• _Work instructions_: Keep every line in which "direction" occurs and drop the rest of the data.

[Collected data]
"""Hardpoint files written: points moved in a file whose comments and order stay, and whole files from an axle in memory."""

from __future__ import annotations

import json
import math
import os
from collections.abc import Mapping, Sequence
from pathlib import Path

import numpy as np
import tomlkit
from numpy.typing import ArrayLike
from tomlkit.exceptions import TOMLKitError
from tomlkit.items import Array

from toewright.model.axle import POINT_NAMES, Axle, Corner
from toewright.model.errors import InputError
from toewright.model.files import MEMORY, loads, parse, read_text
from toewright.model.frames import AXIS_SIGNS, MM_PER, from_iso
from toewright.model.writing import write_text

DECIMALS = 9
"""Decimals of a written coordinate in mm; in a larger unit as many more as keep that accuracy."""


def set_points(source: str | Path, moved: Mapping[tuple[str, str], ArrayLike], file: str = MEMORY) -> str:
    """The file's text with points moved; everything but the numbers that change stays byte for byte.

    Args:
        source: a file, or its text.
        moved: {(side, point): (3,) mm in ISO 8855 axes}; written in the file's own axes and unit.
        file: name for messages where ``source`` is text.

    Raises:
        InputError: if the file is not valid, has no such point, leaves that side out, or a coordinate is not finite.
    """
    text, file = (read_text(source), str(source)) if isinstance(source, Path) else (source, file)
    written = parse(text, file)
    try:
        document = tomlkit.parse(text)
    except TOMLKitError as error:
        raise InputError(f"{file}: can't be edited ({error}); simplify the line") from error
    decimals = _decimals(written.length_unit)
    for (side, name), point in moved.items():
        place = np.asarray(point, dtype=float)
        if place.shape != (3,) or not np.all(np.isfinite(place)):
            raise InputError(
                f"{file}: {side}.points.{name}: can't be moved to {place.tolist()}; give three finite numbers"
            )
        values = from_iso(place, written.axes, written.length_unit)
        array = _array(document, side, name, file)
        for i, value in enumerate(values):
            number = round(float(value), decimals) + 0.0
            if float(array[i]) != number:
                array[i] = number
    return tomlkit.dumps(document)


def _array(document: tomlkit.TOMLDocument, side: str, name: str, file: str) -> Array:
    corner = document.get(side)
    if corner is None and side == "right":
        raise InputError(
            f"{file}: right.points.{name}: the right side is left out because it mirrors the left; move the left point, or write [right]"
        )
    found = corner["points"].get(name) if isinstance(corner, Mapping) else None
    if not isinstance(found, Array):
        raise InputError(f"{file}: {side}.points.{name}: there is no such point; check side and name")
    return found


def save_points(path: Path, moved: Mapping[tuple[str, str], ArrayLike], out: Path, *, force: bool = False) -> Axle:
    """Write a copy of a hardpoint file with points moved, checked before it is written; ``out`` may be ``path`` with ``force``.

    Args:
        path: the file.
        moved: as in ``set_points``.
        out: where to write.
        force: replace ``out`` if it exists.

    Returns:
        The axle as it now is.

    Raises:
        InputError: as ``set_points``; if the moved points make no valid axle; if ``out`` is refused or can't be written.
    """
    text = set_points(path, moved)
    axle = loads(text, file=f"{path} with the points moved", folder=out.parent)
    write_text(out, text, force=force)
    return axle


def save(axle: Axle, path: Path, *, force: bool = False) -> None:
    """Write an axle as a new hardpoint file, in the axes and the length unit it was read in.

    Raises:
        InputError: if the file is refused or can't be written.
    """
    write_text(path, dumps(axle, folder=path.parent), force=force)


def dumps(axle: Axle, *, heading: Sequence[str] = (), hints: bool = False, folder: Path | None = None) -> str:
    """An axle as the text of a hardpoint file, in the axes and the length unit it was read in, coordinates to 1e-9 mm.

    Args:
        axle: what to write.
        heading: lines of a comment at the top.
        hints: add comments with optional keys that are not there.
        folder: where the file will be; ``other_axle`` is written relative to it.
    """
    lines = [f"# {line}" for line in heading]
    lines += ["schema = 1", f"title = {_text(axle.title)}"]
    lines += [f'axes = "{axle.axes}"', f'length_unit = "{axle.length_unit}"', ""]
    lines += [*_vehicle(axle, hints, folder), "", *_wheel(axle, hints), ""]
    lines += ["[setup]                        # static angles of each wheel"]
    lines += [
        _line("toe_in", axle.setup.toe_in, "deg, toe-in +"),
        _line("camber", axle.setup.camber, "deg, top outboard +"),
    ]
    lines += ["", *_rack(axle, hints)]
    for corner in (axle.left,) if axle.symmetric else (axle.left, axle.right):
        lines += _corner(axle, corner)
    if hints and axle.symmetric:
        lines += ["# [right] left out: the mirror image of the left", ""]
    text = "\n".join(lines).rstrip() + "\n"
    return text + (f"\n{tomlkit.dumps(dict(axle.extra))}" if axle.extra else "")


def _decimals(unit: str) -> int:
    return DECIMALS + math.ceil(math.log10(MM_PER[unit]))


def _text(text: str) -> str:
    """A string in quotes, as TOML and JSON have them in common."""
    return json.dumps(text, ensure_ascii=False).replace("\x7f", "\\u007f")


def _number(value: float, unit: str = "mm") -> str:
    """A number in its unit with the decimals of that unit."""
    return repr(round(float(value), _decimals(unit)) + 0.0)


def _line(key: str, value: float, comment: str = "") -> str:
    made = f"{key} = {_number(value)}"
    return f"{made:<30} # {comment}" if comment else made


def _length(key: str, mm: float, axle: Axle, comment: str = "") -> str:
    made = f"{key} = {_number(mm / MM_PER[axle.length_unit], axle.length_unit)}"
    return f"{made:<30} # {comment}" if comment else made


def _hint(key: str, mm: float, axle: Axle, comment: str) -> str:
    return f"# {_length(key, mm, axle, comment).replace('   #', ' #', 1)}"


def _vehicle(axle: Axle, hints: bool, folder: Path | None) -> list[str]:
    vehicle = axle.vehicle
    lines = ["[vehicle]", f'axle = "{vehicle.axle}"']
    if vehicle.wheelbase is not None:
        lines.append(_length("wheelbase", vehicle.wheelbase, axle))
    elif hints:
        lines.append(_hint("wheelbase", 1550.0, axle, "to the other axle; for Ackermann and the turning circle"))
    if vehicle.other_axle is not None:
        place = vehicle.other_axle if folder is None else Path(os.path.relpath(vehicle.other_axle, folder))
        lines.append(f"other_axle = {_text(place.as_posix())}")
    for key in ("cg_height", "front_overhang", "body_width"):
        if (value := getattr(vehicle, key)) is not None:
            lines.append(_length(key, value, axle))
    if vehicle.brake_share is not None:
        lines.append(_line("brake_share", vehicle.brake_share))
    for key in ("brakes", "drive"):
        if (word := getattr(vehicle, key)) is not None:
            lines.append(f'{key} = "{word}"')
    return lines


def _wheel(axle: Axle, hints: bool) -> list[str]:
    lines = ["[wheel]", _length("loaded_radius", axle.wheel.loaded_radius, axle, "wheel centre to road")]
    for key in ("tyre_width", "rim_diameter", "rim_width"):
        if (value := getattr(axle.wheel, key)) is not None:
            lines.append(_length(key, value, axle))
    if hints and axle.wheel.rim_diameter is None:
        lines.append(_hint("rim_diameter", 254.0, axle, "toe in mm is measured across it"))
    return lines


def _rack(axle: Axle, hints: bool) -> list[str]:
    rack = axle.rack
    if rack is None:
        if not hints:
            return []
        return ["# No [rack]: tie_rod_inner is fixed to the body (a toe link).", ""]
    direction = rack.axis * AXIS_SIGNS[axle.axes] + 0.0
    lines = ["[rack]", f"axis = [{', '.join(repr(float(v)) for v in direction)}]"]
    lines.append(_length("stroke", rack.stroke, axle, "each way"))
    if rack.travel_per_turn is not None:
        lines.append(_length("travel_per_turn", rack.travel_per_turn, axle, "one turn of the hand wheel"))
    elif hints:
        lines.append(_hint("travel_per_turn", 50.0, axle, "rack travel for one turn of the hand wheel"))
    return [*lines, ""]


def _corner(axle: Axle, corner: Corner) -> list[str]:
    points = {name: corner.points[name] for name in POINT_NAMES[corner.kind]}
    width = max(len(name) for name in points)
    rows = []
    for name, point in points.items():
        numbers = from_iso(point, axle.axes, axle.length_unit)
        rows.append(f"{name:<{width}} = [{', '.join(_number(v, axle.length_unit) for v in numbers)}]")
    return [f"[{corner.side}]", f'type = "{corner.kind}"', f"[{corner.side}.points]", *rows, ""]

• _Answer section_:
    direction = rack.axis * AXIS_SIGNS[axle.axes] + 0.0
    lines = ["[rack]", f"axis = [{', '.join(repr(float(v)) for v in direction)}]"]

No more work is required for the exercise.